/---
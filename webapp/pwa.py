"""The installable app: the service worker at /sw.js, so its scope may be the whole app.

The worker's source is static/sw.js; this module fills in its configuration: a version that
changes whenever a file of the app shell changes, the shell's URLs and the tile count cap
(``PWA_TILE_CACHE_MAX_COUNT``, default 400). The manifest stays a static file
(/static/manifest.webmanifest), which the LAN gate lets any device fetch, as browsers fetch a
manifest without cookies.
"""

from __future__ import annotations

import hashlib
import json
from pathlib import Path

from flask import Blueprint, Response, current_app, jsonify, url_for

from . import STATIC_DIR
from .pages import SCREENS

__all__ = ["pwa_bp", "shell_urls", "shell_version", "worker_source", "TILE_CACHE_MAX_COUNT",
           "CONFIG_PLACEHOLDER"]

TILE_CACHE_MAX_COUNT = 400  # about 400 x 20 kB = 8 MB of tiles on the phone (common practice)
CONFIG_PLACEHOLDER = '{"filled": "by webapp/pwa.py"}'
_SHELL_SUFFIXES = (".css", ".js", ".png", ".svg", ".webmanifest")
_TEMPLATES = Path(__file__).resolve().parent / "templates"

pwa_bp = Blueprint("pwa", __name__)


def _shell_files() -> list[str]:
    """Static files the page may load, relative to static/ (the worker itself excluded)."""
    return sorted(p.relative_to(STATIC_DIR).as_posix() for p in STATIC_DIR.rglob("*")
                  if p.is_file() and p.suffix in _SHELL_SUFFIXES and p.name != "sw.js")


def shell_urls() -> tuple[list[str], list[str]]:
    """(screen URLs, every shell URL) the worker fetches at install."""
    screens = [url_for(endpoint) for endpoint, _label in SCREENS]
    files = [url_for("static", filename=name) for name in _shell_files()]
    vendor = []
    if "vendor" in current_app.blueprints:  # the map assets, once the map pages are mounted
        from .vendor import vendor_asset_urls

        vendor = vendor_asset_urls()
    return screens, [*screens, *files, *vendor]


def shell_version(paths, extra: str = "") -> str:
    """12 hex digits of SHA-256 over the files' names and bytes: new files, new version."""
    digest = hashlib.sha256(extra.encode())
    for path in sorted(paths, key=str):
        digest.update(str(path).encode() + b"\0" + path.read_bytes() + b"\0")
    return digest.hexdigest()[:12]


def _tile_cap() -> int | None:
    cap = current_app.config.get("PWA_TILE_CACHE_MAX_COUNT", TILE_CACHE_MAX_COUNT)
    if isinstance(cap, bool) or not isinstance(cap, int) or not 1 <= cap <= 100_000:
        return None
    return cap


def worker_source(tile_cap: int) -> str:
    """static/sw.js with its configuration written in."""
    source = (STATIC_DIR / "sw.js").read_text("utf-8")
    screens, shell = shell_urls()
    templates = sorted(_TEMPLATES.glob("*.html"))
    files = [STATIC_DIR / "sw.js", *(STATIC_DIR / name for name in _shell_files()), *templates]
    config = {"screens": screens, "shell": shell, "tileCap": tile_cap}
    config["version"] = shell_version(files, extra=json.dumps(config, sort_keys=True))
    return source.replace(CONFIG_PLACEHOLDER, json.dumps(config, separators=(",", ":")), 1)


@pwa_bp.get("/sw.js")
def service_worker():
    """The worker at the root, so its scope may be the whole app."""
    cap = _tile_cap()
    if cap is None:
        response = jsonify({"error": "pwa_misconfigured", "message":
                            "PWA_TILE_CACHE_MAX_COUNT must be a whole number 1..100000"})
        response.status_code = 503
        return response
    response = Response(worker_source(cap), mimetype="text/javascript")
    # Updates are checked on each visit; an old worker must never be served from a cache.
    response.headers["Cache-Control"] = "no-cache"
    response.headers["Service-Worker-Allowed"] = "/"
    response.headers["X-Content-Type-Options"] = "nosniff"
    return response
\---
### What to work on
Quote in full each line from the top of the records above through the line with "from . import STATIC_DIR"; stop after that line.

### Solution for this task
filename webapp/pwa.py
"""The installable app: the service worker at /sw.js, so its scope may be the whole app.

The worker's source is static/sw.js; this module fills in its configuration: a version that
changes whenever a file of the app shell changes, the shell's URLs and the tile count cap
(``PWA_TILE_CACHE_MAX_COUNT``, default 400). The manifest stays a static file
(/static/manifest.webmanifest), which the LAN gate lets any device fetch, as browsers fetch a
manifest without cookies.
"""

from __future__ import annotations

import hashlib
import json
from pathlib import Path

from flask import Blueprint, Response, current_app, jsonify, url_for

from . import STATIC_DIR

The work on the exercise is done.